Voraussichtlicher Preisanstieg für Schweinefleisch

von , am
11.02.2010

Peking - Die chinesischen Schweinefleischpreise werden im laufenden Jahr - verglichen mit 2009 - voraussichtlich steigen.

© agrarfoto.com

"Angebot und Nachfrage werden ausgeglichener sein, nachdem der Markt 2009 überversorgt war", sagte Chenjun Pan, Analystin bei der Rabobank International, berichtet Dow Jones.

Der voraussichtliche Preisanstieg sei auf die wirtschaftliche Erholung zurückzuführen. Darüber hinaus hätten einige Kleinstbetriebe den Markt verlassen, was das Angebot an Schweinefleisch weiter verknappen sollte. Die Schweinefleischpreise hatten im Jahr 2008 in der Volksrepublik Rekordhöhen erreicht, da der Ausbruch des "Seuchenhaften Spätaborts" (SSS), auch bekannt als Blauohr-Krankheit, zwischenzeitlich zu Versorgungsengpässen geführt hatte. Nach Bekämpfung der Seuche erholte sich die Produktion jedoch zügig wieder und erreichte 2008 insgesamt 52 Millionen Tonnen, was zusammen mit dem wirtschaftlichen Abschwung im Rahmen der Finanzkrise im vergangenen Jahr zu Preisrückgängen führte.

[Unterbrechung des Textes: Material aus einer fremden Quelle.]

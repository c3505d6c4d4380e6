import { totalBoardFeet } from './board.ts';
import { BOUND_COVERS } from './bound.ts';
import type { CutListRequest } from './cut-list.ts';
import type { Choice } from './cut-list-choice.ts';
import type { Made, Pool } from './cut-list-patterns.ts';
import { cutsOf } from './cuts.ts';
import type { Demand } from './demand.ts';
import type { SawPlan } from './saw-plan.ts';

/** One log's plan; its value is its board feet. */
export interface LogPlan extends SawPlan {
  readonly logId: string;
}

/** Gives every log its plan, in the order asked. Boards beyond what is wanted are left out, from the last logs first. */
export function assembled({ logs, mill, pattern = 'best' }: CutListRequest, pool: Pool, choice: Choice, demand: readonly Demand[]): LogPlan[] {
  const taken = new Map<string, Made>();
  const free = pool.shapes.map(({ ids }) => [...ids]);
  choice.times.forEach((times, index) => {
    const plan = pool.made[index];
    for (let turn = 0; plan && turn < times; turn++) {
      const id = free[plan.shape]?.shift();
      if (id !== undefined) taken.set(id, plan);
    }
  });
  const left = demand.map(({ count }) => count);
  const most = new Map(pool.shapes.flatMap(({ ids }, shape) => ids.map((id) => [id, pool.worths[0]?.most[shape] ?? 0] as const)));
  return logs.map((log): LogPlan => {
    const made = taken.get(log.id);
    const boards = (made?.boards ?? []).filter((board) => {
      const rest = left[board.piece] ?? 0;
      left[board.piece] = rest - 1;
      return rest > 0;
    });
    const boardFeet = totalBoardFeet(boards);
    const shared = { logId: log.id, pattern: made?.pattern ?? (pattern === 'best' ? 'live' : pattern), boards, boardFeet, value: boardFeet, upperBoundValue: Math.max(boardFeet, most.get(log.id) ?? 0), boundCovers: BOUND_COVERS[pattern] };
    if (boards.length > 0) return { ...shared, cuts: cutsOf(log, mill.kerfIn, boards, made?.pattern === 'quartersawn') };
    return { ...shared, cuts: [], reason: whyNone(log.lengthFt, mill.longestFt, demand, pool.mostOf[pool.shapes.findIndex(({ ids }) => ids.includes(log.id))]) };
  });
}

function whyNone(lengthFt: number, longestFt: number | undefined, demand: readonly Demand[], mostOf: readonly number[] | undefined): string {
  if (longestFt !== undefined && lengthFt > longestFt + 1e-9) return `This log is ${lengthFt} ft long and the mill takes logs up to ${longestFt} ft.`;
  if (demand.every((size) => size.lengthFt > lengthFt + 1e-9)) return `Every piece is longer than this log (${lengthFt} ft).`;
  return mostOf?.every((count) => count === 0) ? 'None of the pieces fits in this log on this mill.' : 'Not needed: the pieces come from the other logs, or none fits in this one.';
}

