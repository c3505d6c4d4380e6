import type { Cut } from './cuts.ts';
import { largeEnd, type LogShape } from './log-shape.ts';

/** Where a cut runs in the drawing of the log's end as it first lay. */
export interface CutLine {
  readonly order: number;
  /** How far the log is turned for it, degrees, clockwise seen from the drawn end: the cut lies level once it is turned. */
  readonly turnDeg: number;
  /** From the pith to the cut along the turned log's upright, in; negative below the pith. */
  readonly fromPithIn: number;
}

/** What the cuts made so far have left, as a rectangle round the pith in the drawing, y upward; infinite where nothing has been cut. */
export interface Left {
  readonly left: number;
  readonly right: number;
  readonly bottom: number;
  readonly top: number;
}

/** What stands between the innermost cuts of each side. Cuts that quarter the log leave it whole: its quarters are drawn together. */
export function leftAfter(made: readonly CutLine[]): Left {
  const nearest = (turnDeg: number): number => Math.min(...made.filter((line) => line.turnDeg === turnDeg).map(({ fromPithIn }) => fromPithIn));
  return { left: -nearest(270), right: nearest(90), bottom: -nearest(180), top: nearest(0) };
}

/**
 * The lines of a plan's cuts; of a quartered log those that quarter it, because its quarters then lie on the bed one by one. A height is
 * over what lies on the bed: the bark, with the pith half the large end's diameter over it, or the flat that the last cut from the side
 * opposite has left.
 * @param core the wood that was planned in
 */
export function cutLines(core: LogShape, cuts: readonly Cut[]): CutLine[] {
  const pith = largeEnd(core) / 2;
  if (cuts.some(({ kind }) => kind === 'quarter')) return cuts.filter(({ kind }) => kind === 'quarter').map(({ order, turnDeg, heightIn }) => ({ order, turnDeg, fromPithIn: heightIn - pith }));
  const surfaces = new Map<number, number>();
  return cuts.map(({ order, turnDeg, heightIn }) => {
    const fromPithIn = heightIn - (surfaces.get((turnDeg + 180) % 360) ?? pith);
    surfaces.set(turnDeg, fromPithIn);
    return { order, turnDeg, fromPithIn };
  });
}
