// A thread begins without the loader that reads TypeScript; where the program has it already, this does nothing more.
import { register } from 'tsx/esm/api';

register();
await import('./calendar-thread.ts');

China: 50 Prozent Anteil an weltweiter Schweinefleischproduktion

China, das einen Anteil von ungefähr 50 Prozent an der weltweiten Schweinefleischproduktion hat, verbraucht auch ungefähr die Hälfte des international erzeugten Schweinefleisches. Dagegen haben Importe in China nur einen Anteil von einem Prozent an der inländischen Schweinefleischverarbeitung. Der Anteil des Schweinefleischs am gesamten Fleischverbrauch werde mittelfristig zurückgehen, da sich die Chinesen zunehmend andere Fleischsorten leisten können, erläuterte Pan. Jedoch werde der Schweinefleischverbrauch trotzdem weiter wachsen, da der Konsum in den ländlichen Regionen steigen sollte.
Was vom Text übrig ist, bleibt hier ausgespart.